[What is being asked] Repeat the entries exactly as they appear.

[Given entries]

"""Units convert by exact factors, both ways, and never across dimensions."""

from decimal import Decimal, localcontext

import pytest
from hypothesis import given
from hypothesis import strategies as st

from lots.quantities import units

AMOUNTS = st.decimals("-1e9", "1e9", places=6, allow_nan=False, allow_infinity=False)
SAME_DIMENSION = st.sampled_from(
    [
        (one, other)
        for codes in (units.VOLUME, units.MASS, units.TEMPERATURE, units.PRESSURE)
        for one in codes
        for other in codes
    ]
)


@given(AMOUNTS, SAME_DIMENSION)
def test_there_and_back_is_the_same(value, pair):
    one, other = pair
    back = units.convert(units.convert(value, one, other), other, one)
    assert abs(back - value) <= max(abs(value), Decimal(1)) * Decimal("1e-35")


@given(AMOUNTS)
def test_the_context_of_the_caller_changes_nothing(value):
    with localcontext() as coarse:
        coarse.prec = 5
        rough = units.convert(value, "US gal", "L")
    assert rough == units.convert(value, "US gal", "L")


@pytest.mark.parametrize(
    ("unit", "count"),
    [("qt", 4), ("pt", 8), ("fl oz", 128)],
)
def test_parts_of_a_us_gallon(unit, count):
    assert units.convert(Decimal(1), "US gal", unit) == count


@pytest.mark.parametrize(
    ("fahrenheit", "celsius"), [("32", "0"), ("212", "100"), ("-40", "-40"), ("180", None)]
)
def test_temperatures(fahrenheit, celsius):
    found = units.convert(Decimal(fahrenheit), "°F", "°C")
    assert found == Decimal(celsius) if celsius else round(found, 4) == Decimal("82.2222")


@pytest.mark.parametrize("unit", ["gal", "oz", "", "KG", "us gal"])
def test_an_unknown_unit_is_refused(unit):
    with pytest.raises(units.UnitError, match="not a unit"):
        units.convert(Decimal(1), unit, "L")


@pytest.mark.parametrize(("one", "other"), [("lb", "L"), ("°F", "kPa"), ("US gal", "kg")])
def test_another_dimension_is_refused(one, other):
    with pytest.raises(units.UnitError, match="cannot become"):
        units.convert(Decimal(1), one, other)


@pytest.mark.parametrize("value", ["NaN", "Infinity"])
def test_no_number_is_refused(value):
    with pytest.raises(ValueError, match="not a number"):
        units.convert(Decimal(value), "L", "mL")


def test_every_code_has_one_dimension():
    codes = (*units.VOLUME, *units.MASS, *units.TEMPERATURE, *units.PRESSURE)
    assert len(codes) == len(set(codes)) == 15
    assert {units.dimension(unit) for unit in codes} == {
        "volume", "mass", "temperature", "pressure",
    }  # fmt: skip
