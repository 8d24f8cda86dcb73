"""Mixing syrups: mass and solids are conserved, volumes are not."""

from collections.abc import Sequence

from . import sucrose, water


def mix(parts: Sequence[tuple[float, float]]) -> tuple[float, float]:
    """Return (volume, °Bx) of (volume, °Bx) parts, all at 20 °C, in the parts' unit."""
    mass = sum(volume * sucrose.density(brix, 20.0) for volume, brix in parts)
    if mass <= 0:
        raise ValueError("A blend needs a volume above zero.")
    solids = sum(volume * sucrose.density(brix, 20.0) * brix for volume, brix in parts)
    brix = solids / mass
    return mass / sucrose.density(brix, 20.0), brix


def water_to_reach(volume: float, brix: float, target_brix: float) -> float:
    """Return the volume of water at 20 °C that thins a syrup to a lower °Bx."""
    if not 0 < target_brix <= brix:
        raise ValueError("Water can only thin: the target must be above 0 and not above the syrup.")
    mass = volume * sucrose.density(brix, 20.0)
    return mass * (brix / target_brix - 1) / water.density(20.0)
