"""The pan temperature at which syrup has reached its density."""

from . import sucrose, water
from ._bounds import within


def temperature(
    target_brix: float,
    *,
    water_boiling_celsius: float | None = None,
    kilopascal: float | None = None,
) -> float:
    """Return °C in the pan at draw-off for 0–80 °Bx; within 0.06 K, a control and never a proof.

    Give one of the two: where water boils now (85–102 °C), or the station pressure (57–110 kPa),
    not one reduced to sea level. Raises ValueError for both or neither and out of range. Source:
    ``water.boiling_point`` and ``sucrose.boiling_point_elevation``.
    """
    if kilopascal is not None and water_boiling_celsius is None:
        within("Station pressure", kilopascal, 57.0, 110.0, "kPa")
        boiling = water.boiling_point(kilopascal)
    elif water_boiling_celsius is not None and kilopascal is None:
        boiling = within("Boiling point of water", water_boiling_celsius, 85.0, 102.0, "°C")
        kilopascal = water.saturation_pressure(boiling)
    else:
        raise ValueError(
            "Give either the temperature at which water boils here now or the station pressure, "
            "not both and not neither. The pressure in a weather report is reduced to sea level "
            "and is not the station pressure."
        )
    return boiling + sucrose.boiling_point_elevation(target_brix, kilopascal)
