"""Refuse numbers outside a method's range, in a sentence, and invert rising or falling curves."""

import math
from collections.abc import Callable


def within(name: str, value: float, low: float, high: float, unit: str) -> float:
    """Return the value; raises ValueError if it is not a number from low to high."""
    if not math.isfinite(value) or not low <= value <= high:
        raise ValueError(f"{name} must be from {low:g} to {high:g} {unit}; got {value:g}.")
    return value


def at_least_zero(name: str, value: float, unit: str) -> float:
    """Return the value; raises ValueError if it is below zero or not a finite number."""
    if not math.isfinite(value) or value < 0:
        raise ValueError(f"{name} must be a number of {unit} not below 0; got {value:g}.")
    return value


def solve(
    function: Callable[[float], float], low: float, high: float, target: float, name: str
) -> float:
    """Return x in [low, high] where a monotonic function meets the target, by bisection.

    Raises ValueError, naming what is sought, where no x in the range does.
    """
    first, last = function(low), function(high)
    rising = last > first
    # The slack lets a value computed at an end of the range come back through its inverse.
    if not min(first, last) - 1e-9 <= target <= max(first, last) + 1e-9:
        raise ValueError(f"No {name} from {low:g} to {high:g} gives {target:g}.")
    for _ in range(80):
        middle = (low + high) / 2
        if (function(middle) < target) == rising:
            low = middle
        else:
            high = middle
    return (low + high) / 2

[Your response]
"""Units convert by exact factors, both ways, and never across dimensions."""

from decimal import Decimal, localcontext

import pytest
from hypothesis import given
from hypothesis import strategies as st

from lots.quantities import units

AMOUNTS = st.decimals("-1e9", "1e9", places=6, allow_nan=False, allow_infinity=False)
SAME_DIMENSION = st.sampled_from(
    [
        (one, other)
        for codes in (units.VOLUME, units.MASS, units.TEMPERATURE, units.PRESSURE)
        for one in codes
        for other in codes
    ]
)


@given(AMOUNTS, SAME_DIMENSION)
def test_there_and_back_is_the_same(value, pair):
    one, other = pair
    back = units.convert(units.convert(value, one, other), other, one)
    assert abs(back - value) <= max(abs(value), Decimal(1)) * Decimal("1e-35")


@given(AMOUNTS)
def test_the_context_of_the_caller_changes_nothing(value):
    with localcontext() as coarse:
        coarse.prec = 5
        rough = units.convert(value, "US gal", "L")
    assert rough == units.convert(value, "US gal", "L")


@pytest.mark.parametrize(
    ("unit", "count"),
    [("qt", 4), ("pt", 8), ("fl oz", 128)],
)
def test_parts_of_a_us_gallon(unit, count):
    assert units.convert(Decimal(1), "US gal", unit) == count


@pytest.mark.parametrize(
    ("fahrenheit", "celsius"), [("32", "0"), ("212", "100"), ("-40", "-40"), ("180", None)]
)
def test_temperatures(fahrenheit, celsius):
    found = units.convert(Decimal(fahrenheit), "°F", "°C")
    assert found == Decimal(celsius) if celsius else round(found, 4) == Decimal("82.2222")


@pytest.mark.parametrize("unit", ["gal", "oz", "", "KG", "us gal"])
def test_an_unknown_unit_is_refused(unit):
    with pytest.raises(units.UnitError, match="not a unit"):
        units.convert(Decimal(1), unit, "L")


@pytest.mark.parametrize(("one", "other"), [("lb", "L"), ("°F", "kPa"), ("US gal", "kg")])
def test_another_dimension_is_refused(one, other):
    with pytest.raises(units.UnitError, match="cannot become"):
        units.convert(Decimal(1), one, other)


@pytest.mark.parametrize("value", ["NaN", "Infinity"])
def test_no_number_is_refused(value):
    with pytest.raises(ValueError, match="not a number"):
        units.convert(Decimal(value), "L", "mL")


def test_every_code_has_one_dimension():
    codes = (*units.VOLUME, *units.MASS, *units.TEMPERATURE, *units.PRESSURE)
    assert len(codes) == len(set(codes)) == 15
    assert {units.dimension(unit) for unit in codes} == {
        "volume", "mass", "temperature", "pressure",
    }  # fmt: skip
repository 8d24f8cda86dcb73
"""Mixing syrups: mass and solids are conserved, volumes are not."""

from collections.abc import Sequence

from . import sucrose, water


def mix(parts: Sequence[tuple[float, float]]) -> tuple[float, float]:
    """Return (volume, °Bx) of (volume, °Bx) parts, all at 20 °C, in the parts' unit."""
    mass = sum(volume * sucrose.density(brix, 20.0) for volume, brix in parts)
    if mass <= 0:
        raise ValueError("A blend needs a volume above zero.")
    solids = sum(volume * sucrose.density(brix, 20.0) * brix for volume, brix in parts)
    brix = solids / mass
    return mass / sucrose.density(brix, 20.0), brix


def water_to_reach(volume: float, brix: float, target_brix: float) -> float:
    """Return the volume of water at 20 °C that thins a syrup to a lower °Bx."""
    if not 0 < target_brix <= brix:
        raise ValueError("Water can only thin: the target must be above 0 and not above the syrup.")
    mass = volume * sucrose.density(brix, 20.0)
    return mass * (brix / target_brix - 1) / water.density(20.0)
"""The pan temperature at which syrup has reached its density."""

from . import sucrose, water
from ._bounds import within


def temperature(
    target_brix: float,
    *,
    water_boiling_celsius: float | None = None,
    kilopascal: float | None = None,
) -> float:
    """Return °C in the pan at draw-off for 0–80 °Bx; within 0.06 K, a control and never a proof.

    Give one of the two: where water boils now (85–102 °C), or the station pressure (57–110 kPa),
    not one reduced to sea level. Raises ValueError for both or neither and out of range. Source:
    ``water.boiling_point`` and ``sucrose.boiling_point_elevation``.
    """
    if kilopascal is not None and water_boiling_celsius is None:
        within("Station pressure", kilopascal, 57.0, 110.0, "kPa")
        boiling = water.boiling_point(kilopascal)
    elif water_boiling_celsius is not None and kilopascal is None:
        boiling = within("Boiling point of water", water_boiling_celsius, 85.0, 102.0, "°C")
        kilopascal = water.saturation_pressure(boiling)
    else:
        raise ValueError(
            "Give either the temperature at which water boils here now or the station pressure, "
            "not both and not neither. The pressure in a weather report is reduced to sea level "
            "and is not the station pressure."
        )
    return boiling + sucrose.boiling_point_elevation(target_brix, kilopascal)
"""Refuse numbers outside a method's range, in a sentence, and invert rising or falling curves."""

import math
from collections.abc import Callable


def within(name: str, value: float, low: float, high: float, unit: str) -> float:
    """Return the value; raises ValueError if it is not a number from low to high."""
    if not math.isfinite(value) or not low <= value <= high:
        raise ValueError(f"{name} must be from {low:g} to {high:g} {unit}; got {value:g}.")
    return value


def at_least_zero(name: str, value: float, unit: str) -> float:
    """Return the value; raises ValueError if it is below zero or not a finite number."""
    if not math.isfinite(value) or value < 0:
        raise ValueError(f"{name} must be a number of {unit} not below 0; got {value:g}.")
    return value


def solve(
    function: Callable[[float], float], low: float, high: float, target: float, name: str
) -> float:
    """Return x in [low, high] where a monotonic function meets the target, by bisection.

    Raises ValueError, naming what is sought, where no x in the range does.
    """
    first, last = function(low), function(high)
    rising = last > first
    # The slack lets a value computed at an end of the range come back through its inverse.
    if not min(first, last) - 1e-9 <= target <= max(first, last) + 1e-9:
        raise ValueError(f"No {name} from {low:g} to {high:g} gives {target:g}.")
    for _ in range(80):
        middle = (low + high) / 2
        if (function(middle) < target) == rising:
            low = middle
        else:
            high = middle
    return (low + high) / 2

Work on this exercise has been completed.